▸ Work request
Repeat the material in full. Keep every line exactly as it is.

▸ Exercise data
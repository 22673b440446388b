"""`benchfit --help` from the table in benchfit/cli/fasthelp.py: the same text as the full app's.

The fast path lists the top-level commands from a table instead of importing every command
module; these tests fail when a command is added, renamed or re-worded without the table.
"""

from __future__ import annotations

import os
import subprocess
import sys
from pathlib import Path

ROOT = Path(__file__).resolve().parents[2]


def test_table_matches_the_registered_commands():
    import typer

    from benchfit.cli import get_app
    from benchfit.cli.fasthelp import TOP_COMMANDS

    group = typer.main.get_command(get_app())
    registered = [(name, cmd.short_help) for name, cmd in group.commands.items()  # type: ignore[attr-defined]
                  if not hasattr(cmd, "commands")]  # the groups' help comes from app.py itself
    # as a mapping: in this process another test may have imported a command module first, which
    # registers it earlier; the order is checked in a fresh process by the byte-identity test below
    assert dict(registered) == dict(TOP_COMMANDS)
    assert len(registered) == len(TOP_COMMANDS)


def _help(code: str) -> str:
    env = {**os.environ, "PYTHONPATH": str(ROOT), "COLUMNS": "100"}
    res = subprocess.run([sys.executable, "-c", code], capture_output=True, text=True, env=env, check=False,
                         timeout=120)
    assert res.returncode == 0, res.stderr
    return res.stdout


def test_fast_help_is_the_full_help_and_loads_no_command_module():
    fast = _help("import sys\nfrom benchfit.cli import main\ntry:\n    main(['--help'])\nexcept SystemExit as e:\n"
                 "    assert e.code == 0\n"
                 "assert 'benchfit.cli.measure_cmd' not in sys.modules, 'a command module was loaded'\n")
    full = _help("from benchfit.cli import get_app, main\nget_app()\ntry:\n    main(['--help'])\n"
                 "except SystemExit as e:\n    assert e.code == 0\n")
    assert "Commands:" in full and "measure" in full
    assert fast == full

▸ Written response
repository 22673b440446388b
"""`benchfit --help` from the table in benchfit/cli/fasthelp.py: the same text as the full app's.

The fast path lists the top-level commands from a table instead of importing every command
module; these tests fail when a command is added, renamed or re-worded without the table.
"""

from __future__ import annotations

import os
import subprocess
import sys
from pathlib import Path

ROOT = Path(__file__).resolve().parents[2]


def test_table_matches_the_registered_commands():
    import typer

    from benchfit.cli import get_app
    from benchfit.cli.fasthelp import TOP_COMMANDS

    group = typer.main.get_command(get_app())
    registered = [(name, cmd.short_help) for name, cmd in group.commands.items()  # type: ignore[attr-defined]
                  if not hasattr(cmd, "commands")]  # the groups' help comes from app.py itself
    # as a mapping: in this process another test may have imported a command module first, which
    # registers it earlier; the order is checked in a fresh process by the byte-identity test below
    assert dict(registered) == dict(TOP_COMMANDS)
    assert len(registered) == len(TOP_COMMANDS)


def _help(code: str) -> str:
    env = {**os.environ, "PYTHONPATH": str(ROOT), "COLUMNS": "100"}
    res = subprocess.run([sys.executable, "-c", code], capture_output=True, text=True, env=env, check=False,
                         timeout=120)
    assert res.returncode == 0, res.stderr
    return res.stdout


def test_fast_help_is_the_full_help_and_loads_no_command_module():
    fast = _help("import sys\nfrom benchfit.cli import main\ntry:\n    main(['--help'])\nexcept SystemExit as e:\n"
                 "    assert e.code == 0\n"
                 "assert 'benchfit.cli.measure_cmd' not in sys.modules, 'a command module was loaded'\n")
    full = _help("from benchfit.cli import get_app, main\nget_app()\ntry:\n    main(['--help'])\n"
                 "except SystemExit as e:\n    assert e.code == 0\n")
    assert "Commands:" in full and "measure" in full
    assert fast == full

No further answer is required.